On the optimization of mixing for shear-sensitive materials

Microfluidic mixing could have a major impact on medical applications involving the treatment of biological fluids. In these applications, high shear stresses induced by mixing can damage shear-sensitive components such as red blood cells, DNA or microbial cultivations. Further damages can be produced by mixing over long periods of time or by turbulence. Hence, these applications require a mixing device able to induce a desired level of homogeneity in the shortest time possible for a given value of energy while maintaining shear stresses below a given threshold. In this study, we address the conceptual challenge of designing such a device by studying the optimization of mixing in an idealized advective-diffusive model derived from the sine flow. In our model, a concentration field is stirred iteratively by blinking orthogonal velocity fields whose profiles, represented by a truncated Fourier series, are optimized at each blinking time.

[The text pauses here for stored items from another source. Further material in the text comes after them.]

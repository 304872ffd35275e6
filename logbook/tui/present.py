"""Turning forecasts into table cells and sort keys (pure: no Textual, no SQL).

Nothing here computes a forecast: it picks, orders and words what the engine made.
"""

from __future__ import annotations

from dataclasses import dataclass
from datetime import date
from typing import Callable

from logbook import fmt
from logbook.analysis.results import (
    FLAG_JUMP,
    FLAG_OUTLIER,
    FLAG_POOLED,
    FLAG_STEP,
    OUTCOME_WORDS,
    KindForecast,
    Outcome,
    PumpForecast,
)
from logbook.analysis.status import STATUS_ORDER
from logbook.model import Kind

KIND_SHORT = {Kind.CASE_DRAIN: "drain", Kind.SERVO_PRESSURE: "servo", Kind.NEUTRAL_DRIFT: "drift"}

FLAG_WORDS = {
    FLAG_POOLED: "pooled with its model's fleet",
    FLAG_OUTLIER: "a wild reading set aside",
    FLAG_STEP: "sudden step (breakage?)",
    FLAG_JUMP: "newest reading far from the trend",
}

#: Outcome order for "most urgent first" (past the limit, then by P10 date, ...).
_OUTCOME_RANK = {
    Outcome.PAST_LIMIT: 0,
    Outcome.CROSSING: 1,
    Outcome.NO_CROSSING: 2,
    Outcome.TOO_FEW: 3,
    Outcome.NO_DATA: 4,
    Outcome.NO_LIMIT: 5,
}


def flag_words(flags) -> str:
    return ", ".join(FLAG_WORDS.get(f, f.replace("_", " ")) for f in sorted(flags))


def trend(kf: KindForecast | None) -> tuple[str, str]:
    """(arrow, words) for the direction the normalized value moves near today.

    The arrow shows the value (up or down); the words say whether that is toward
    the limit. A change under 1 % of the limit per 1000 h counts as steady
    (common practice, no published source).
    """
    if kf is None or kf.rate_per_1000h is None:
        return "·", "no trend"
    rate = kf.rate_per_1000h
    scale = abs(kf.limit.value) if kf.limit is not None and kf.limit.value else max(abs(kf.latest_value or 0.0), 1.0)
    if abs(rate) < 0.01 * scale:
        return "→", "steady"
    arrow = "↑" if rate > 0 else "↓"
    if kf.limit is None:
        return arrow, "rising" if rate > 0 else "falling"
    toward = (rate > 0) == (kf.limit.direction == "above")
    return arrow, "toward limit" if toward else "away from limit"


def urgency_key(pf: PumpForecast) -> tuple:
    """Most urgent first: the engine's status order, then furthest past the limit,
    earliest P10, earliest P50, serial."""
    status = STATUS_ORDER.index(pf.status) if pf.status in STATUS_ORDER else len(STATUS_ORDER)
    kf = pf.worst
    if kf is None:
        return (status, 9, date.max, date.max, 0.0, pf.serial)
    rank = _OUTCOME_RANK.get(kf.outcome, 8)
    if kf.outcome is Outcome.PAST_LIMIT:
        over = kf.percent_of_limit or 0.0
        if kf.limit is not None and kf.limit.direction == "below":
            over = -over
        return (status, rank, date.min, date.min, -over, pf.serial)
    return (status, rank, kf.p10_date or date.max, kf.p50_date or date.max, 0.0, pf.serial)


def status_rank(status: str) -> int:
    """Position of a status word in the engine's most-urgent-first order."""
    return STATUS_ORDER.index(status) if status in STATUS_ORDER else len(STATUS_ORDER)


def where(pf: PumpForecast) -> str:
    if not pf.machine:
        return "not fitted"
    return f"{pf.machine} {pf.position or ''}".strip()


@dataclass(frozen=True)
class Column:
    """A fleet table column as laid out: key, label, width and how to word a cell."""

    key: str
    label: str
    width: int
    cell: Callable[[PumpForecast], str]


def clip(text: str, width: int) -> str:
    """Text cut to ``width`` cells with an ellipsis, so that columns never run together."""
    return text if len(text) <= width else text[: max(width - 1, 0)] + "…"


def _month(d: date | None) -> str:
    return fmt.month(d)


def _hours_cell(pf: PumpForecast) -> str:
    return "-" if pf.hours_since_overhaul is None else f"{pf.hours_since_overhaul:,.0f}"


def _worst_date(getter, shown):
    return lambda p: shown(getter(p.worst) if p.worst is not None else None)


def _closest(p: PumpForecast, long: bool) -> str:
    if p.worst is None:
        return "-"
    return p.worst.kind.label if long else KIND_SHORT[p.worst.kind]


def fleet_layout(width: int, serial_width: int = 7) -> tuple[Column, ...]:
    """Columns that fit ``width`` cells (one space between columns).

    The narrow layout (80 columns) shows months for P50/P10, short kind names and an
    arrow for the trend; each step up adds detail while it still fits: full dates,
    full status, longer machine/position, the site, kind names, trend words.
    """
    w = {"serial": max(6, min(serial_width, 12)), "where": 15, "model": 6, "hours": 6, "kind": 5,
         "p50": 7, "p10": 7, "trend": 1, "status": 15, "site": 0}
    full_dates = long_kind = trend_words = False

    def total() -> int:
        shown = [v for v in w.values() if v]
        return sum(shown) + len(shown) - 1

    for step in ("dates", "status", "where", "site", "kind", "trend"):
        before = dict(w)
        if step == "dates":
            w["p50"] = w["p10"] = 10
        elif step == "status":
            w["status"] = 23
        elif step == "where":
            w["where"] = 19
        elif step == "kind":
            w["kind"] = 14
        elif step == "site":
            w["site"] = 14
        elif step == "trend":
            w["trend"] = 17
        if total() > width:
            w = before
            break
        full_dates |= step == "dates"
        long_kind |= step == "kind"
        trend_words |= step == "trend"
    for key, least in (("where", 9), ("status", 10), ("serial", 6)):  # narrower than 80 columns: squeeze
        if total() > width:
            w[key] = max(least, w[key] - (total() - width))
    if total() < width and w["where"] < 19:
        w["where"] = min(19, w["where"] + width - total())
    day = fmt.day if full_dates else _month
    cols = [
        Column("serial", "Serial", w["serial"], lambda p: p.serial),
        Column("where", "Machine, position" if w["where"] >= 17 else "Machine", w["where"], where),
        Column("site", "Site", w["site"], lambda p: p.site or "-"),
        Column("model", "Model", w["model"], lambda p: p.model),
        Column("hours", "Hours" if w["kind"] < 14 else "Hours", w["hours"], _hours_cell),
        Column("kind", "Closest to limit" if long_kind else "Worst", w["kind"], lambda p: _closest(p, long_kind)),
        Column("p50", "P50 date" if full_dates else "P50", w["p50"], _worst_date(lambda k: k.p50_date, day)),
        Column("p10", "P10 date" if full_dates else "P10", w["p10"], _worst_date(lambda k: k.p10_date, day)),
        Column("trend", "Trend" if trend_words else "T", w["trend"],
               (lambda p: " ".join(trend(p.worst))) if trend_words else (lambda p: trend(p.worst)[0])),
        Column("status", "Status", w["status"], lambda p: p.status or "-"),
    ]
    return tuple(
        Column(c.key, clip(c.label, c.width), c.width, (lambda cell, w: lambda p: clip(cell(p), w))(c.cell, c.width))
        for c in cols if c.width
    )


def _date_key(getter):
    def key(pf: PumpForecast) -> tuple:
        d = getter(pf.worst) if pf.worst is not None else None
        return (d is None, d or date.max, pf.serial)

    return key


#: Sort key of each column; "status" sorts most urgent first.
SORT_KEYS: dict[str, Callable[[PumpForecast], tuple]] = {
    "serial": lambda p: (p.serial,),
    "where": lambda p: (where(p), p.serial),
    "site": lambda p: (p.site or "~", where(p), p.serial),
    "model": lambda p: (p.model, p.serial),
    "hours": lambda p: (p.hours_since_overhaul is None, -(p.hours_since_overhaul or 0.0), p.serial),
    "kind": lambda p: ((p.worst.kind.value if p.worst else "~"), urgency_key(p)),
    "p50": _date_key(lambda k: k.p50_date),
    "p10": _date_key(lambda k: k.p10_date),
    "trend": lambda p: (trend(p.worst)[1], urgency_key(p)),
    "status": urgency_key,
}
SORT_ORDER = ("status", "p10", "p50", "hours", "serial", "where", "site", "model", "kind", "trend")
SORT_WORDS = {
    "status": "most urgent first", "p10": "P10 date", "p50": "P50 date", "hours": "hours since overhaul (most first)",
    "serial": "serial", "where": "machine and position", "site": "site", "model": "model",
    "kind": "reading closest to its limit", "trend": "trend",
}


FORECASTING = "… forecasting"


def provisional_pumps(fleet) -> list[PumpForecast]:
    """Pumps in service from the snapshot alone, shown while the first forecast runs
    (no figures: every forecast field is left empty)."""
    out = []
    for f in fleet.fitments:
        if f.removed_on is None and f.serial in fleet.pumps:
            machine = fleet.machines.get(f.machine)
            out.append(PumpForecast(f.serial, fleet.pumps[f.serial].model, f.machine, f.position,
                                    machine.site if machine else None, None, None, (), status=FORECASTING))
    return out


def select_pumps(
    pumps, *, site: str | None = None, model: str | None = None, status: str | None = None,
    sort_key: str = "status", reverse: bool = False,
) -> list[PumpForecast]:
    """The pumps passing the filters (None = any), in the order of one column."""
    chosen = [
        p for p in pumps
        if (site is None or (p.site or "-") == site)
        and (model is None or p.model == model)
        and (status is None or p.status == status)
    ]
    chosen.sort(key=SORT_KEYS[sort_key], reverse=reverse)
    return chosen


def outcome_line(kf: KindForecast, prefs) -> str:
    """One line for a kind: latest against its limit, and what the engine projects."""
    latest = fmt.value(kf.kind, kf.latest_value, prefs)
    limit = fmt.value(kf.kind, kf.limit.value, prefs) if kf.limit else "no limit"
    share = f" ({kf.percent_of_limit:.0f} % of limit)" if kf.percent_of_limit is not None else ""
    words = OUTCOME_WORDS[kf.outcome]
    if kf.outcome is Outcome.CROSSING:
        words = f"P10 {fmt.day(kf.p10_date)} · P50 {fmt.day(kf.p50_date)} · P90 {fmt.day(kf.p90_date)}"
    return f"{kf.kind.label}: {latest} against {limit}{share}; {words}"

These velocity profiles are the solution of a constrained optimization problem which maximizes the efficiency of the mixer for a given value of the operating kinetic energy while satisfying a shear stress constraint. We establish the domain of operability of the mixer and quantify its mixing efficiency for a range of values of the operating kinetic energy and shear stress. We show that for a given kinetic energy the optimized flow can be substantially more mixing efficient than the periodic sine flow while satisfying the shear stress constraint.